++++ Source data
import type { Warning } from '../schemas/warning.js';
import { say } from './say.js';

/**
 * Sizes no analog circuit asks of one device, documented in docs/model.md (common practice, no source): a gate
 * area above 10,000 µm² (0.01 mm²), more than 1,000 fingers, or a drain current above 1 mA per µm of width
 * (a 180 nm-class NMOS carries about 0.6 mA/µm fully on). Each is more likely a unit slip (1 A for 1 mA)
 * than a design.
 */
export const SIZE_PLAUSIBILITY = {
  /** m² */
  maxArea: 1e-8,
  maxFingers: 1000,
  /** A/m (1 mA/µm) */
  maxCurrentDensity: 1000,
} as const;

/** Cautions for a sized device whose area, finger count or current density is beyond SIZE_PLAUSIBILITY. */
export function sizePlausibilityWarnings(size: { w: number; l: number; fingers: number; id: number }): Warning[] {
  const warnings: Warning[] = [];
  const area = size.w * size.l;
  if (area > SIZE_PLAUSIBILITY.maxArea) {
    warnings.push({ code: 'AREA_IMPLAUSIBLE', message: `The gate area W·L = ${say(area * 1e12, 'µm²')} is above 10,000 µm² (W = ${say(size.w, 'm')}): check ID and its unit; a device this large is rarely meant.` });
  }
  if (size.fingers > SIZE_PLAUSIBILITY.maxFingers) {
    warnings.push({ code: 'FINGERS_IMPLAUSIBLE', message: `${size.fingers.toLocaleString('en')} fingers is more than 1,000: check ID and its unit, or allow wider fingers.` });
  }
  const density = size.id / size.w;
  if (density > SIZE_PLAUSIBILITY.maxCurrentDensity) {
    warnings.push({ code: 'CURRENT_DENSITY_IMPLAUSIBLE', message: `ID/W = ${say(density * 1e-6, 'A')}/µm is above 1 mA/µm, more than silicon of this class carries: the model is far outside its range here.` });
  }
  return warnings;
}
++++++++
Each record above needs to be set down again, word for word.

import type { Warning } from '../schemas/warning.js';
import { say } from './say.js';

/**
 * Sizes no analog circuit asks of one device, documented in docs/model.md (common practice, no source): a gate
 * area above 10,000 µm² (0.01 mm²), more than 1,000 fingers, or a drain current above 1 mA per µm of width
 * (a 180 nm-class NMOS carries about 0.6 mA/µm fully on). Each is more likely a unit slip (1 A for 1 mA)
 * than a design.
 */
export const SIZE_PLAUSIBILITY = {
  /** m² */
  maxArea: 1e-8,
  maxFingers: 1000,
  /** A/m (1 mA/µm) */
  maxCurrentDensity: 1000,
} as const;

/** Cautions for a sized device whose area, finger count or current density is beyond SIZE_PLAUSIBILITY. */
export function sizePlausibilityWarnings(size: { w: number; l: number; fingers: number; id: number }): Warning[] {
  const warnings: Warning[] = [];
  const area = size.w * size.l;
  if (area > SIZE_PLAUSIBILITY.maxArea) {
    warnings.push({ code: 'AREA_IMPLAUSIBLE', message: `The gate area W·L = ${say(area * 1e12, 'µm²')} is above 10,000 µm² (W = ${say(size.w, 'm')}): check ID and its unit; a device this large is rarely meant.` });
  }
  if (size.fingers > SIZE_PLAUSIBILITY.maxFingers) {
    warnings.push({ code: 'FINGERS_IMPLAUSIBLE', message: `${size.fingers.toLocaleString('en')} fingers is more than 1,000: check ID and its unit, or allow wider fingers.` });
  }
  const density = size.id / size.w;
  if (density > SIZE_PLAUSIBILITY.maxCurrentDensity) {
    warnings.push({ code: 'CURRENT_DENSITY_IMPLAUSIBLE', message: `ID/W = ${say(density * 1e-6, 'A')}/µm is above 1 mA/µm, more than silicon of this class carries: the model is far outside its range here.` });
  }
  return warnings;
}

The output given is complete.